Top of Entries provided

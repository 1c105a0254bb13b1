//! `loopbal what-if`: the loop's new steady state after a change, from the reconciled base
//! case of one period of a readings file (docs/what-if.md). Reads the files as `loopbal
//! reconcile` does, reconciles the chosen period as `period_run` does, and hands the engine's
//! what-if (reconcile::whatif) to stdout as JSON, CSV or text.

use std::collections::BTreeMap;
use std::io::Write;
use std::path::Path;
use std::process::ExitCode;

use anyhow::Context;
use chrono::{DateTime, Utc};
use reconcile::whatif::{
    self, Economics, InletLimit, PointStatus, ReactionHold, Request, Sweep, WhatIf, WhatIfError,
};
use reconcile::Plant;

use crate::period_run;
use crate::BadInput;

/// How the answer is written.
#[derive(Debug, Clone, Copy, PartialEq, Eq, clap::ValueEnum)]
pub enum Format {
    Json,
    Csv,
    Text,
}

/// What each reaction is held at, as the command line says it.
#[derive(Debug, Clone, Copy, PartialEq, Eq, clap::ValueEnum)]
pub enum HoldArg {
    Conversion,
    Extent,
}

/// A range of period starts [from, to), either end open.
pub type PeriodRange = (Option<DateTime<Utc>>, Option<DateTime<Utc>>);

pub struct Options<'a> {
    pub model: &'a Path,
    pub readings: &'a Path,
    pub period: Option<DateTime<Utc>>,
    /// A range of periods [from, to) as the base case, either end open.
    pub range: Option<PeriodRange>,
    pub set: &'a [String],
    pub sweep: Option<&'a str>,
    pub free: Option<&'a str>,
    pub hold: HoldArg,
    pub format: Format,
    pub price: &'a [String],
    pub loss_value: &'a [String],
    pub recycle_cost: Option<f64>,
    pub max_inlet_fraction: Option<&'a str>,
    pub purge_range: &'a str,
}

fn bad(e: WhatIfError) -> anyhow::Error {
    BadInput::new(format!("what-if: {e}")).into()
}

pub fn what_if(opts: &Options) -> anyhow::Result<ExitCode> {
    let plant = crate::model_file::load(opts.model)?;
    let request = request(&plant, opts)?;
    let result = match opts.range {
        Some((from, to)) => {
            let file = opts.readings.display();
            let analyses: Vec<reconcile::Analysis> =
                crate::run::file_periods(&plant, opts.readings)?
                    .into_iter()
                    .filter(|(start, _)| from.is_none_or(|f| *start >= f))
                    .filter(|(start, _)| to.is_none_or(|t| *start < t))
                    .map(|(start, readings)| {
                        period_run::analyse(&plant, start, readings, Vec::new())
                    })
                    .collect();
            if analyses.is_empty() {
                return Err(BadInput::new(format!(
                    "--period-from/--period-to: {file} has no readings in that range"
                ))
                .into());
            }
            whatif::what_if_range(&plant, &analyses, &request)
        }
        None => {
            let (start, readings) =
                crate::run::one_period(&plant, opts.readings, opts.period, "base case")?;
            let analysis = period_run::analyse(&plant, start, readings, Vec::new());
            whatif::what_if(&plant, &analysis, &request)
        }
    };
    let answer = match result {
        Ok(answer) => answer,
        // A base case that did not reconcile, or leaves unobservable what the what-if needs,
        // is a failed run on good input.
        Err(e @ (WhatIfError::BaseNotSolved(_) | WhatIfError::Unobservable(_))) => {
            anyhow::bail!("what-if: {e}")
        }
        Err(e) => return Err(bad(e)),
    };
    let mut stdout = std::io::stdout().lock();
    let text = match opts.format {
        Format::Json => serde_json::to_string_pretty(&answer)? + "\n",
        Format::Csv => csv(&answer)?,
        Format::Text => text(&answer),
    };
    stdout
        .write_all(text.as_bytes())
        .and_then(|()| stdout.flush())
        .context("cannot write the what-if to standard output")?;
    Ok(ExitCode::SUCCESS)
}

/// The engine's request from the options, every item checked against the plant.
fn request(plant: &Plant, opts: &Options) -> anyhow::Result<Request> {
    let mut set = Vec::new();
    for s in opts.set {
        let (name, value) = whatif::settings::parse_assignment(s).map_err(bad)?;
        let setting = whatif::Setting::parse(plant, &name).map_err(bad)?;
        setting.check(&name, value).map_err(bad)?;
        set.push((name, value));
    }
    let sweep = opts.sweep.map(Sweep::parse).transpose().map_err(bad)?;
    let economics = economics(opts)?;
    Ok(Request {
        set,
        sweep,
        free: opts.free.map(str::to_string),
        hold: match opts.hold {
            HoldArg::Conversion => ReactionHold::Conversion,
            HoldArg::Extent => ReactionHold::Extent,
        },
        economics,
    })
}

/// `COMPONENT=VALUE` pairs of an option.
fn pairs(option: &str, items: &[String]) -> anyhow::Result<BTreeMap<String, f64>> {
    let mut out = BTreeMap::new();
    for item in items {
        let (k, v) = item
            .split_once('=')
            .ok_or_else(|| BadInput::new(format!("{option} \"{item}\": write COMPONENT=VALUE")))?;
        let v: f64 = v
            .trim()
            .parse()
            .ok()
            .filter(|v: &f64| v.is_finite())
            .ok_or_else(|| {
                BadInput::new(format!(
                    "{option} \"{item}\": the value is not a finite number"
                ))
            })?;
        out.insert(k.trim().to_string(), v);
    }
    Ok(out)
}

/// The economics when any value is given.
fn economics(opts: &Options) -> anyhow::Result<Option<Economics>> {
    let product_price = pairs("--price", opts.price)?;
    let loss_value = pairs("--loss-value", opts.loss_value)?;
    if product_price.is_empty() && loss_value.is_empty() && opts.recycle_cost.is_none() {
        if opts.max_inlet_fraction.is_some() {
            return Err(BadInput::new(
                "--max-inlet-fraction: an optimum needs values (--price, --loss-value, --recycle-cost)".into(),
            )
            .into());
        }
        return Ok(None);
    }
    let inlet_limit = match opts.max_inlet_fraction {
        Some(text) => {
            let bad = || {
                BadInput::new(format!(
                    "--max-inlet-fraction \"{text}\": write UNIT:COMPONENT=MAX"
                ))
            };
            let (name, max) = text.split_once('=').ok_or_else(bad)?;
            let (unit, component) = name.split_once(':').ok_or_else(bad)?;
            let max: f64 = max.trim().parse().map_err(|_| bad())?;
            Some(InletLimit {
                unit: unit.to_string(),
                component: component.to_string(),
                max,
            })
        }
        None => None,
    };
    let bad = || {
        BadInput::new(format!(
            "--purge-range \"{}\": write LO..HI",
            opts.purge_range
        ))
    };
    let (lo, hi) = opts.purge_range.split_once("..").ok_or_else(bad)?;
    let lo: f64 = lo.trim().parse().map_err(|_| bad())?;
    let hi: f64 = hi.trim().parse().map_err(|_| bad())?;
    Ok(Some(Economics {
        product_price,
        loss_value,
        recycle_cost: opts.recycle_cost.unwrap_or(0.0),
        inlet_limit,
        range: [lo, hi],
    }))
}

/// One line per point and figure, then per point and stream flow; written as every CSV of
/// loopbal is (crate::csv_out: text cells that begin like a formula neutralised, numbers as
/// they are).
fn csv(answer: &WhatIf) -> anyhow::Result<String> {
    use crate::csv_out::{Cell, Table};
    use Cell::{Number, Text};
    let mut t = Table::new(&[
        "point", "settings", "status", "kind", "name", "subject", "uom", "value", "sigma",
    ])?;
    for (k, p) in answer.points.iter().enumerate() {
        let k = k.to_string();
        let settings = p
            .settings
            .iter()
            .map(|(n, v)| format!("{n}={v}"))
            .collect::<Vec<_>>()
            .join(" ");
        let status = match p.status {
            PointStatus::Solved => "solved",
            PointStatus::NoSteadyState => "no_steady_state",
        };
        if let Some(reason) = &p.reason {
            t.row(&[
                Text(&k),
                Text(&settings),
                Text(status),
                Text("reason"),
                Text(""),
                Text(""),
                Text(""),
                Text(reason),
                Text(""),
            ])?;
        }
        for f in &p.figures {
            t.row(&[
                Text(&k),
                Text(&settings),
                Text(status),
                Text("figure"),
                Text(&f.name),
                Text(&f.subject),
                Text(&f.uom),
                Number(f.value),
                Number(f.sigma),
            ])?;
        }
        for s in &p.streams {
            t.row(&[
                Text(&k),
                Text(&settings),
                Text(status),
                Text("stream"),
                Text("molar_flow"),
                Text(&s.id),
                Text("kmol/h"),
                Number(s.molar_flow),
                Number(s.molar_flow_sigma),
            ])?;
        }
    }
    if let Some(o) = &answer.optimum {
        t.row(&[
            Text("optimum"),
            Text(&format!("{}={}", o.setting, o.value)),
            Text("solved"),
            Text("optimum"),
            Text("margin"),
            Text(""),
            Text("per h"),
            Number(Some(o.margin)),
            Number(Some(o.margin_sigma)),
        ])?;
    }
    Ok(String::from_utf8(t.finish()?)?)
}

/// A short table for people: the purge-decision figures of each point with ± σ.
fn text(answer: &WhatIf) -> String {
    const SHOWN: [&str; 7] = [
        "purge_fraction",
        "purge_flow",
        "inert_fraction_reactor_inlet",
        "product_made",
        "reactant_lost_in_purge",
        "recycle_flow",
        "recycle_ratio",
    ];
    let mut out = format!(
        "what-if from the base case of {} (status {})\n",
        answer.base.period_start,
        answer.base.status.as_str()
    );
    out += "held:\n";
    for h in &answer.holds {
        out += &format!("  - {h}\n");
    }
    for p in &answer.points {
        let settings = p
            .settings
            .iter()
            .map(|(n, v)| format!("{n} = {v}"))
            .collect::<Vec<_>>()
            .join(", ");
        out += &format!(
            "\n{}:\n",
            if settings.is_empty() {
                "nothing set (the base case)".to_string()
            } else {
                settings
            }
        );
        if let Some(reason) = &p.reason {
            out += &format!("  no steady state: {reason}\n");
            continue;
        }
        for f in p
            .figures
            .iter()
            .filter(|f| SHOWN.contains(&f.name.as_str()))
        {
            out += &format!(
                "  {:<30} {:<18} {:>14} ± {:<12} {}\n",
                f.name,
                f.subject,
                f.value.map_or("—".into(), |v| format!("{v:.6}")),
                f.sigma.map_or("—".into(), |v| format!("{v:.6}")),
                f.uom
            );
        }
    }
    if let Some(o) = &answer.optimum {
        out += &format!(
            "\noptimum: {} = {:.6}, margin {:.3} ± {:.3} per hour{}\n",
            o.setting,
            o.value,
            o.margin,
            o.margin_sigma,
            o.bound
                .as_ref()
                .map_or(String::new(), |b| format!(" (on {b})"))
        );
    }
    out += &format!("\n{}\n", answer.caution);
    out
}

Bottom of Entries provided
Top of Entries provided

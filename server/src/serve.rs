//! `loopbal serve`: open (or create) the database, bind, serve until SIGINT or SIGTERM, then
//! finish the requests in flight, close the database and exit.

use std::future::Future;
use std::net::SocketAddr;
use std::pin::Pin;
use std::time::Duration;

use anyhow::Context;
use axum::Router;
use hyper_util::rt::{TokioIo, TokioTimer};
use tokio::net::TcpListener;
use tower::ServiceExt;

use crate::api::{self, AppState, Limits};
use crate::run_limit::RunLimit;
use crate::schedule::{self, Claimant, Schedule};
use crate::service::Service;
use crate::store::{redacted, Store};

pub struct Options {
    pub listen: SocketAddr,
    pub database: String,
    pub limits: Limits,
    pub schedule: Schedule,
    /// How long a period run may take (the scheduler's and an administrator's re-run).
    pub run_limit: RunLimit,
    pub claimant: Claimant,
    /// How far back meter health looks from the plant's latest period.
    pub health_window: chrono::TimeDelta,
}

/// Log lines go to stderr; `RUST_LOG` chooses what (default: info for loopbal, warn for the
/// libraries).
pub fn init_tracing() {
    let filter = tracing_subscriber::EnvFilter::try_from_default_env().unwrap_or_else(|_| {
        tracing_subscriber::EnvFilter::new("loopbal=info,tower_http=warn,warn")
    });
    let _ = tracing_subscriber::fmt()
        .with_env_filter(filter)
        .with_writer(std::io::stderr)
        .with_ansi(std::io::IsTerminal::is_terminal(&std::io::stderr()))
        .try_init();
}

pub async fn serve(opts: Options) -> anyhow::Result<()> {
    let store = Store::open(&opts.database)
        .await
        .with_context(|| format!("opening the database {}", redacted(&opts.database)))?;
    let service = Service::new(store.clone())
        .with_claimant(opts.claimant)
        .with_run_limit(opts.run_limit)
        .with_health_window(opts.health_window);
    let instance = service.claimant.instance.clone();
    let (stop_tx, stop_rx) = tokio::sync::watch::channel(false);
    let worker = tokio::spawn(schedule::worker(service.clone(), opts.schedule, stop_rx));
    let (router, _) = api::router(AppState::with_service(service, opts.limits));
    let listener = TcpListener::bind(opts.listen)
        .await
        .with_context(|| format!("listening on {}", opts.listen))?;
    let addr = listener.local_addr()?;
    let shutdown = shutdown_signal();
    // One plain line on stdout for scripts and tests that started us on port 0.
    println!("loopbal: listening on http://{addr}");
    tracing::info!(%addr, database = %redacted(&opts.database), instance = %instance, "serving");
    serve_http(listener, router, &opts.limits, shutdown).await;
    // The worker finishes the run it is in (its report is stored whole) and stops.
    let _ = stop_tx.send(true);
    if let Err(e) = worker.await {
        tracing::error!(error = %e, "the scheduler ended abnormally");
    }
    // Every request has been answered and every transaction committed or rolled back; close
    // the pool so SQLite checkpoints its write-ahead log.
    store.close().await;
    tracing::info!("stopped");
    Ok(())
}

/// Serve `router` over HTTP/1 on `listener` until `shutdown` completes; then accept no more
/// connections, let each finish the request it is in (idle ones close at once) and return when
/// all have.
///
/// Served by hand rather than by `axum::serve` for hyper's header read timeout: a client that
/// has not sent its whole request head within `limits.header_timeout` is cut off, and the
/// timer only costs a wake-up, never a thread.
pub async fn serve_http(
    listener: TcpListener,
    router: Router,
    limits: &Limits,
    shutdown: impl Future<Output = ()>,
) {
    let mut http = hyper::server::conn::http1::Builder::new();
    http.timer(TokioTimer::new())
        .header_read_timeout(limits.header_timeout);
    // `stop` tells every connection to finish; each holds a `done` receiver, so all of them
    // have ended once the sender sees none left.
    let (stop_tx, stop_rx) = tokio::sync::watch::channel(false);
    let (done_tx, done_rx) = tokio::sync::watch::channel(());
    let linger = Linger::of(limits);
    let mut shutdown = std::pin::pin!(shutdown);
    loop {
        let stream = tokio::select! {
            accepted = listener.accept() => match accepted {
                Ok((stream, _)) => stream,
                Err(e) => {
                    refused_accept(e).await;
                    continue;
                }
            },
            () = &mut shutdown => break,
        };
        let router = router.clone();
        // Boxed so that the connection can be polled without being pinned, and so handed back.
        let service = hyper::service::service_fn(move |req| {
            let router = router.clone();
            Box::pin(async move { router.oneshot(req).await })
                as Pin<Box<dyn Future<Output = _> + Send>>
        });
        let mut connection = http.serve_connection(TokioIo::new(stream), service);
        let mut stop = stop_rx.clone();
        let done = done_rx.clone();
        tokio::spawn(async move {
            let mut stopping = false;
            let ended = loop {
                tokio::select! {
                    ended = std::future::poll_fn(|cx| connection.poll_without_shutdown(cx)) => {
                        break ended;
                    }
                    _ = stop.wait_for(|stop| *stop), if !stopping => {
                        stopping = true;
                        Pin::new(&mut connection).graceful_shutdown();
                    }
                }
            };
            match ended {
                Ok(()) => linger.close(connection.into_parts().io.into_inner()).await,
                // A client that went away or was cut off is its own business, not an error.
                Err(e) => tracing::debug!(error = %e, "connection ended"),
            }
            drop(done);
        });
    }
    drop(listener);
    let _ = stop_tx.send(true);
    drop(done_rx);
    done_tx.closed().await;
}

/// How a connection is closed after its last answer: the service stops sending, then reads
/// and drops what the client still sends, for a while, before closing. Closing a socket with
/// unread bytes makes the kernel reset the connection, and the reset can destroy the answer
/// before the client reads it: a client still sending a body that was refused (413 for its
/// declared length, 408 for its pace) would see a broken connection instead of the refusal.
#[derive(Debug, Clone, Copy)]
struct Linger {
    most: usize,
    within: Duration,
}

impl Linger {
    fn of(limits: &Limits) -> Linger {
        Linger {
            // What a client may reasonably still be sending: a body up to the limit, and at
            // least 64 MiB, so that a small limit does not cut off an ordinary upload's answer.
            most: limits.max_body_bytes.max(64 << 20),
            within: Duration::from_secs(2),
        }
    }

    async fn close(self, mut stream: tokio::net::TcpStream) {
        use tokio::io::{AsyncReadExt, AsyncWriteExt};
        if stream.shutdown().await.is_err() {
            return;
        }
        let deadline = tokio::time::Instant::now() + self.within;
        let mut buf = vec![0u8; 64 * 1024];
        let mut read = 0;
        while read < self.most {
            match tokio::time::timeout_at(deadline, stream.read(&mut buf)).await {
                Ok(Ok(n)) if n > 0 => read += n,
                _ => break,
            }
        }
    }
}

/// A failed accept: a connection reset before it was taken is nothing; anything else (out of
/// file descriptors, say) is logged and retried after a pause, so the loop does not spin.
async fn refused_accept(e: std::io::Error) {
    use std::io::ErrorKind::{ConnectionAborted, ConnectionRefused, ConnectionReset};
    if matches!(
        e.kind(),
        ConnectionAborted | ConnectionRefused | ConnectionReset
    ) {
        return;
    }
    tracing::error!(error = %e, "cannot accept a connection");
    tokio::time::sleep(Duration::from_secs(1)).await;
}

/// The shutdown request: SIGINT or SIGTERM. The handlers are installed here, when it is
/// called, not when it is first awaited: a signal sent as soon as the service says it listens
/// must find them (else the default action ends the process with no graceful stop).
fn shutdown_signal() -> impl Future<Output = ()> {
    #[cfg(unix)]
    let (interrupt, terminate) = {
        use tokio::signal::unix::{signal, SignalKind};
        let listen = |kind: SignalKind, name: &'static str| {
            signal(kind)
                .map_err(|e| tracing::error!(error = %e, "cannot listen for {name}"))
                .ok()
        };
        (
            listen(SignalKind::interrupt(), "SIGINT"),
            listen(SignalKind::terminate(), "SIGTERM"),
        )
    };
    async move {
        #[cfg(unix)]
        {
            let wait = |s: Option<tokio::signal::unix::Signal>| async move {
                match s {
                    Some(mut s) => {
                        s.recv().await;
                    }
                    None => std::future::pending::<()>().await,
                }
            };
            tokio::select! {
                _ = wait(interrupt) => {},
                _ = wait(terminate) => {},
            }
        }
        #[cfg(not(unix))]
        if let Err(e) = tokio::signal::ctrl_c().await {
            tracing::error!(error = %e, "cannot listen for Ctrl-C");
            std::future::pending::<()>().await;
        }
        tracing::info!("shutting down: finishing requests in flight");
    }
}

Bottom of Entries provided

Work to complete
Please copy, exactly and with nothing else, the lines above beginning at the line that has "use std::io::Write;" and ending with the line that has "answer is written.".

Worked solution
use std::io::Write;
use std::path::Path;
use std::process::ExitCode;

use anyhow::Context;
use chrono::{DateTime, Utc};
use reconcile::whatif::{
    self, Economics, InletLimit, PointStatus, ReactionHold, Request, Sweep, WhatIf, WhatIfError,
};
use reconcile::Plant;

use crate::period_run;
use crate::BadInput;

/// How the answer is written.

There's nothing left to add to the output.